SAM Art: Oceanic art, beyond the glass box

Museums tend to collect what fits in a glass box, and lose sight of such intangible effects. In particular, Oceanic artists rely on and revere natural materials, many of which may decay or dissolve but are no less valued. In a new installation, Allyce Wood, a Seattle artist, was commissioned to reunite selections from the museum’s Oceanic collection with visual elements of artistic environments that were abandoned.

Terror is triggered by the sight of moving shields in Asmat fields. Bursting out of a dense forest, the shields signal oncoming combatants as they dodge and lunge forward, leaping swiftly and making zigzag movements to fend off opponents. In a region of lush verdant growth, the shields presented as “billboards” to announce that warfare was to begin.
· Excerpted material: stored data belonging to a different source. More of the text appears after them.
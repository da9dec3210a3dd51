import type { SweepPlan, SweepResult } from './plan';

/** A contiguous range of run indices [lo, hi) of a sweep, for one worker of a pool. */
export interface SweepBand {
  lo: number;
  hi: number;
}

/**
 * Cuts runs 0..count-1 into `parts` contiguous bands of as equal a size as whole runs allow (the first
 * count mod parts bands get one run more), dropping empty bands. Every run lies in exactly one band,
 * in index order.
 */
export function splitBands(count: number, parts: number): SweepBand[] {
  if (!Number.isInteger(count) || count < 0) throw new Error(`splitBands: count must be a whole number >= 0, got ${count}`);
  if (!Number.isInteger(parts) || parts < 1) throw new Error(`splitBands: parts must be a whole number >= 1, got ${parts}`);
  const bands: SweepBand[] = [];
  const base = Math.floor(count / parts);
  const extra = count % parts;
  let lo = 0;
  for (let b = 0; b < parts && lo < count; b++) {
    const hi = lo + base + (b < extra ? 1 : 0);
    if (hi > lo) bands.push({ lo, hi });
    lo = hi;
  }
  return bands;
}

/**
 * The plan of one band: the same configuration with that band's starts, learning rates and seeds
 * (views, no copy). Runs are independent, so the band's runs give the numbers they give in the whole.
 */
export function bandPlan(plan: SweepPlan, band: SweepBand): SweepPlan {
  const n = plan.surface.dimension;
  return {
    ...plan,
    starts: plan.starts.subarray(band.lo * n, band.hi * n),
    learningRates: plan.learningRates?.subarray(band.lo, band.hi),
    seeds: plan.seeds?.subarray(band.lo, band.hi),
  };
}

/**
 * Joins band results in index order into the result of the whole sweep. `bands[k]` says where
 * `results[k]` belongs; together the bands must cover 0..count-1 once each.
 */
export function mergeBandResults(bands: readonly SweepBand[], results: readonly SweepResult[], dimension: number): SweepResult {
  if (bands.length !== results.length) throw new Error(`mergeBandResults: ${bands.length} bands but ${results.length} results`);
  const order = bands.map((_, k) => k).sort((a, b) => bands[a].lo - bands[b].lo);
  let count = 0;
  for (const k of order) {
    const b = bands[k];
    if (b.lo !== count) throw new Error(`mergeBandResults: band [${b.lo}, ${b.hi}) does not follow run ${count - 1}`);
    if (results[k].count !== b.hi - b.lo) throw new Error(`mergeBandResults: band [${b.lo}, ${b.hi}) has ${results[k].count} results`);
    count = b.hi;
  }
  const n = dimension;
  const out: SweepResult = {
    count,
    dimension: n,
    endPoints: new Float64Array(count * n),
    losses: new Float64Array(count),
    steps: new Int32Array(count),
    evaluations: new Float64Array(count),
    stepsToTolerance: new Int32Array(count),
    outcomes: new Array(count).fill(null),
  };
  bands.forEach((b, k) => {
    const r = results[k];
    out.endPoints.set(r.endPoints, b.lo * n);
    out.losses.set(r.losses, b.lo);
    out.steps.set(r.steps, b.lo);
    out.evaluations.set(r.evaluations, b.lo);
    out.stepsToTolerance.set(r.stepsToTolerance, b.lo);
    for (let i = 0; i < r.count; i++) out.outcomes[b.lo + i] = r.outcomes[i];
  });
  return out;
}
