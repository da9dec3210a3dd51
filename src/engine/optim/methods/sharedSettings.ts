import { ADAM_EPSILON_FORMS, EPSILON_PLACEMENTS } from '../transforms';
import { choice, number, unit } from '../settings';

/** Settings shared by several methods, declared once (each method declares them under these names). */
export const beta1 = (def = 0.9) => unit(def, { help: 'Decay of the running mean of the gradient (first moment).' });

export const beta2 = (def = 0.999) => unit(def, { help: 'Decay of the running mean of the squared gradient (second moment).' });

export const epsilon = (def: number, help = 'Added to the denominator for numerical safety.') => number(def, { min: 0, help });

export const momentum = (def: number, help: string) => unit(def, { help });

export const epsilonPlacement = choice(EPSILON_PLACEMENTS, {
  label: 'epsilon placement',
  help: "'outside': g / (sqrt(s) + eps) (PyTorch); 'inside': g / sqrt(s + eps) (Keras/TF, Optax, tfjs).",
});

export const adamEpsilonForm = choice(ADAM_EPSILON_FORMS, {
  label: 'epsilon form',
  help: "'eps-after-correction': mhat / (sqrt(vhat) + eps), epsilon added to the root of the bias-corrected second moment (Kingma & Ba 2015, Algorithm 1); 'eps-before-correction': lr sqrt(1 - b2^t)/(1 - b1^t) m / (sqrt(v) + eps), epsilon added to the root of the raw one (the paper's epsilon-hat form, section 2).",
});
War Shields (Jamasji), early 20th century, Irian Jaya, New Guinea, Asmat people, wood, lime, clay and fiber, Gift of Tom and Vicki Griffin, 2004.237, and Gift of Mark Groudine and Cynthia Putnam, 94.113 (right), installed with backdrop by Allyce Wood. Now on view in the NEW Oceanic Art Gallery, third floor, SAM downtown.

2 Replies to “SAM Art: Oceanic art, beyond the glass box”

  1. Thanks for the sharing this post with us. Please keep continue the sharing of this types of posts..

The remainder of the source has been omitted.